Bonds Goes Federal

This article is from the archive of The New York Sun before the launch of its new website in 2022. The Sun has neither altered nor updated such articles but will seek to correct any errors, mis-categorizations or other problems introduced during transfer.

The New York Sun

Barry Bonds is a marvel. During the last few years he’s given us reason to ask questions that need to be asked. What is the limit of human performance on a baseball field? Is the use of steroids truly wrong, or is it a matter of individual choice? How much should it matter if a great athlete is a boor? Are baseball writers racist?


Now, in his greatest feat yet, he’s giving us reason to question the entire legal edifice undergirding the freedom of the press to expose ne’erdowelling, shenaniganism, and possibly high-jinks as well. Not since dashing prosecutor Patrick Fitzgerald levied his stern gaze on Times reporter Judith Miller have we had such an opportunity to ponder the relevance of the First Amendment to 21st century America.


The instrument Bonds is using is the lawsuit, something even more American than the bat with which he strikes most of his mighty blows. Yesterday, Bonds’s lawyer, Michael Rains, sent a letter to the agent for Mark Fainaru-Wada and Lance Williams, the two San Francisco Chronicle reporters whose new book,”Game of Shadows,” alleges Bonds used steroids and other performance-enhancing drugs for the better part of five seasons.
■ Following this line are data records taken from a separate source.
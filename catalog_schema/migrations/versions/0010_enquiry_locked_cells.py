# SPDX-License-Identifier: MIT
"""Enquiry lines keep the standard, compound and service conditions written, so a reply that
changed one of those locked cells (a quote for another compound, say) is refused like one that
changed the designation.

Lines of enquiries written before this revision keep nulls: their reply is not held to those cells.

Revision ID: 0010
Revises: 0009
"""

import sqlalchemy as sa
from alembic import op

revision = "0010"
down_revision = "0009"
branch_labels = None
depends_on = None


def upgrade() -> None:
    with op.batch_alter_table("enquiry_lines") as batch:
        batch.add_column(sa.Column("standard", sa.String(), nullable=True))
        batch.add_column(sa.Column("compound", sa.String(), nullable=True))
        batch.add_column(sa.Column("service", sa.String(), nullable=True))


def downgrade() -> None:
    with op.batch_alter_table("enquiry_lines") as batch:
        batch.drop_column("service")
        batch.drop_column("compound")
        batch.drop_column("standard")
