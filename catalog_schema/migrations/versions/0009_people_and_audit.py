# SPDX-License-Identifier: MIT
"""People, sessions and the audit trail, for the office server.

People with one role each (and the vessels a vessel keeper keeps), signed-in browser sessions kept
in the database so several servers share them, failed sign-ins for throttling, and the audit
trail. The database itself refuses to update or delete an audit row (a trigger on each engine), so
no program, kit or another, rewrites history through an ordinary statement.

New tables only; no row of an older revision changes.

Revision ID: 0009
Revises: 0008
"""

import sqlalchemy as sa
from alembic import op

revision = "0009"
down_revision = "0008"
branch_labels = None
depends_on = None

# Frozen here, not imported from the tables.
ROLE = "role IN ('administrator', 'buyer', 'vessel_keeper', 'reader')"
LOGIN = "login = lower(login) AND length(login) >= 2"
KEPT = "the audit trail is kept as written: its rows are never updated or deleted"


def upgrade() -> None:
    op.create_table(
        "people",
        sa.Column("id", sa.Integer(), nullable=False),
        sa.Column("login", sa.String(), nullable=False),
        sa.Column("name", sa.String(), nullable=False),
        sa.Column("role", sa.String(), nullable=False),
        sa.Column("password_hash", sa.String(), nullable=False),
        sa.Column("created_at", sa.DateTime(), nullable=False),
        sa.Column("disabled_at", sa.DateTime(), nullable=True),
        sa.PrimaryKeyConstraint("id", name="pk_people"),
        sa.UniqueConstraint("login", name="uq_people_login"),
        sa.CheckConstraint(ROLE, name=op.f("ck_people_role")),
        sa.CheckConstraint(LOGIN, name=op.f("ck_people_login")),
    )
    op.create_table(
        "person_vessels",
        sa.Column("person_id", sa.Integer(), nullable=False),
        sa.Column("vessel_id", sa.String(), nullable=False),
        sa.PrimaryKeyConstraint("person_id", "vessel_id", name="pk_person_vessels"),
        sa.ForeignKeyConstraint(["person_id"], ["people.id"], name="fk_person_vessels_person_id_people", ondelete="CASCADE"),
        sa.ForeignKeyConstraint(["vessel_id"], ["vessels.id"], name="fk_person_vessels_vessel_id_vessels", ondelete="CASCADE"),
    )
    op.create_table(
        "web_sessions",
        sa.Column("id", sa.String(), nullable=False),
        sa.Column("person_id", sa.Integer(), nullable=False),
        sa.Column("csrf", sa.String(), nullable=False),
        sa.Column("started_at", sa.DateTime(), nullable=False),
        sa.Column("seen_at", sa.DateTime(), nullable=False),
        sa.Column("ended_at", sa.DateTime(), nullable=True),
        sa.PrimaryKeyConstraint("id", name="pk_web_sessions"),
        sa.ForeignKeyConstraint(["person_id"], ["people.id"], name="fk_web_sessions_person_id_people", ondelete="CASCADE"),
    )
    op.create_table(
        "login_failures",
        sa.Column("id", sa.Integer(), nullable=False),
        sa.Column("login", sa.String(), nullable=False),
        sa.Column("address", sa.String(), nullable=False),
        sa.Column("at", sa.DateTime(), nullable=False),
        sa.PrimaryKeyConstraint("id", name="pk_login_failures"),
    )
    op.create_index("ix_login_failures_login", "login_failures", ["login"])
    op.create_index("ix_login_failures_address", "login_failures", ["address"])
    op.create_table(
        "audit_events",
        sa.Column("id", sa.Integer(), nullable=False),
        sa.Column("at", sa.DateTime(), nullable=False),
        sa.Column("person", sa.String(), nullable=False),
        sa.Column("via", sa.String(), nullable=False),
        sa.Column("action", sa.String(), nullable=False),
        sa.Column("subject", sa.String(), nullable=False),
        sa.Column("before", sa.Text(), nullable=True),
        sa.Column("after", sa.Text(), nullable=True),
        sa.PrimaryKeyConstraint("id", name="pk_audit_events"),
    )
    op.create_index("ix_audit_events_at", "audit_events", ["at"])
    if op.get_bind().dialect.name == "postgresql":
        op.execute(f"""CREATE FUNCTION audit_events_kept() RETURNS trigger LANGUAGE plpgsql AS $$
                       BEGIN RAISE EXCEPTION '{KEPT}'; END $$""")
        op.execute("CREATE TRIGGER audit_events_kept BEFORE UPDATE OR DELETE ON audit_events "
                   "FOR EACH ROW EXECUTE FUNCTION audit_events_kept()")
    else:
        for what in ("UPDATE", "DELETE"):
            op.execute(f"CREATE TRIGGER audit_events_no_{what.lower()} BEFORE {what} ON audit_events "
                       f"BEGIN SELECT RAISE(ABORT, '{KEPT}'); END")


def downgrade() -> None:
    if op.get_bind().dialect.name == "postgresql":
        op.execute("DROP TRIGGER audit_events_kept ON audit_events")
        op.execute("DROP FUNCTION audit_events_kept()")
    else:
        for what in ("update", "delete"):
            op.execute(f"DROP TRIGGER audit_events_no_{what}")
    op.drop_index("ix_audit_events_at", table_name="audit_events")
    op.drop_table("audit_events")
    op.drop_index("ix_login_failures_address", table_name="login_failures")
    op.drop_index("ix_login_failures_login", table_name="login_failures")
    op.drop_table("login_failures")
    op.drop_table("web_sessions")
    op.drop_table("person_vessels")
    op.drop_table("people")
It seems Fainaru-Wada and Williams have unearthed seemingly conclusive evidence that it took more than weightlifting and careful dieting for Bonds to pack on 30 pounds of muscle in one three-month stretch. (Shockingly, the well-sourced reporters claim, Bonds seems to have used a cocktail of steroids and hormones that would make even an Olympian feel like a cheater.)


Rains’s letter notified the writers that a lawsuit would be filed against them — as well as their publisher,Gotham Books — in the hopes of seizing profits from the book. The attorney told reporters this suit would hinge on the somewhat novel legal premise that the book was based in part on transcripts of testimony before a federal grand jury that were “illegally obtained and possessed under federal law.”


Let no one doubt how disturbing it is that those transcripts were leaked to the Chronicle. Personally, if the feds ever call me to account for my lithe yet muscular build, I’d prefer not to read my secret testimony in the next day’s papers, and I wouldn’t mind a few government dollars being spent on a leak investigation here.


Still, Rains’s interesting theories pose all sorts of questions. Say a reporter is leaked classified Pentagon documents that prove the Air Force is carrying out some nefarious plot, and on the basis of those documents and other reporting she writes a book exposing the evildoing. Can the shadowy forces within the government whose devilishness she’s revealed complain to the courts that she shouldn’t have known about it, wasn’t supposed to have proof of their scheme, and thus shouldn’t profit from her knowledge of it?


Anyway, there doesn’t seem to be any basis for a civil claim here. From the armchair in which I practice law, it strikes me as being somewhat like suing to keep a reporter who, in the course of writing a book, used some illicit drug “illegally obtained and possessed under federal law” from seeing his or her profits.


If the law is to get involved, it would seem to be more up to prosecutors, rather than retainers for obscenely wealthy baseball players. It also seems you’d have about as good a chance of prosecuting someone for writing a book under the influence of a drug as you would of prosecuting a reporter for using material someone else illegally leaked to them.


Should the suit carry on, Bonds will have done a wonderful thing for all the pundits who have been wandering the streets like ghosts since the Miller imbroglio died down, though. It’s one of his many services to our society, and yet another thing to put on his Hall of Fame plaque.


This kind of legal action is the only avenue available if you want to sue two reporters who have written things you’d rather they not have written, but are unwilling to accuse them of libeling you. Given the standards for libel in
this country, it would probably be difficult for Bonds to sue if the authors accused him of injecting the dried remains of Honus Wagner in an attempt to get an edge on the ballfield. (He’d have to prove they didn’t do so in good faith, for one thing.)


Since these are exceptionally credible reporters, though, with all sorts of hard, verifiable facts to back up their claims, the fact that Bonds isn’t suing them for telling lies about him, but for using normal reportorial methods, says quite a lot about how much stock to put in his sundry denials of their allegations.


Last year around this time, I was rather tired of Bonds, and even wrote a column claiming it would be for the best if he’d just go away. How wrong I was. Like Babe Ruth and Jackie Robinson, Bonds truly has transcended the sport and become a shining representation of his times. We will never see the likes of him again.